Wiktor Dega (7 December 1896 – 16 February 1995) was a Polish surgeon and orthopedist who was well known for his work on polio. Dega served as an expert for the World Health Organization and was one of the founders of the Polish Orthopedic Society. He created new apparatus and devices to help accident victims and survivors of polio, as well as new therapies and operations for congenital dislocations of the hip.

Dega has been called "the father of rehabilitation in Poland."

==Biography==
Dega was born in Poznań in 1896. He was drafted into the Prussian army in 1915; after matriculating (by correspondence) from the medical faculty of the University of Berlin, he was assigned to a Münchengladbach hospital.

Dega served in World War I. He fought on the northern, Galician and Volhynian fronts, and then later in Wielkopolska. After going on leave, he studied medicine at the University of Warsaw, then the University of Poznań. He then worked at the Poznań Orthopedic Institution, later becoming its head. He became the head of the orthopedic ward of the Municipal Hospital in Bydgoszcz in November 1937.
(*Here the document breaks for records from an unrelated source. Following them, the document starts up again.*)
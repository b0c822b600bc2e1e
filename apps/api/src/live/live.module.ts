/** Contacts as they happen. */
import { Module } from '@nestjs/common';
import { BookingRecordsModule } from '../bookings/booking-records.module.js';
import { MarketModule } from '../market/market.module.js';
import { DishRecordsModule } from '../run-sheet/dish-records.module.js';
import { LiveController } from './live.controller.js';
import { LiveService } from './live.service.js';
import { LiveHub } from './live-hub.js';
import { LiveRecordsModule } from './live-records.module.js';

@Module({
  imports: [BookingRecordsModule, DishRecordsModule, LiveRecordsModule, MarketModule],
  controllers: [LiveController],
  providers: [LiveHub, LiveService],
})
export class LiveModule {}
In 1939, Dega was drafted again into the army and was assigned to the District Military Hospital in Toruń. He later became the chief surgeon of a newly established field hospital. The Germans later occupied this hospital, and Dega became a prisoner of war. The institution was moved to Łowicz, then was shut down; Dega went to Warsaw. In May of 1940, he led the surgical ward of the Karol and Maria Children's Hospital, and provided medical assistance to insurgents and civilians after the Warsaw Uprising.

On 5 December 1945, Dega became the head of the Department and Orthopedic Clinic at the University of Life Sciences. He would later establish one of Poland's first rehabilitation centers for children: the Medical and Educational Institution for Disabled Children, in Świebodzin. Dega became rector of the Poznań Medical Academy on 21 May 1959 and served until resigning on 1 October 1961 due to poor health.

Dega died in Poznań on 16 February 1995.

==Personal life==
Dega married Maria Żelewska, a pediatrician, on 21 November 1928. He had three children: Barbara, born 1932; Zofia, born 1934; and Michael, born 1944.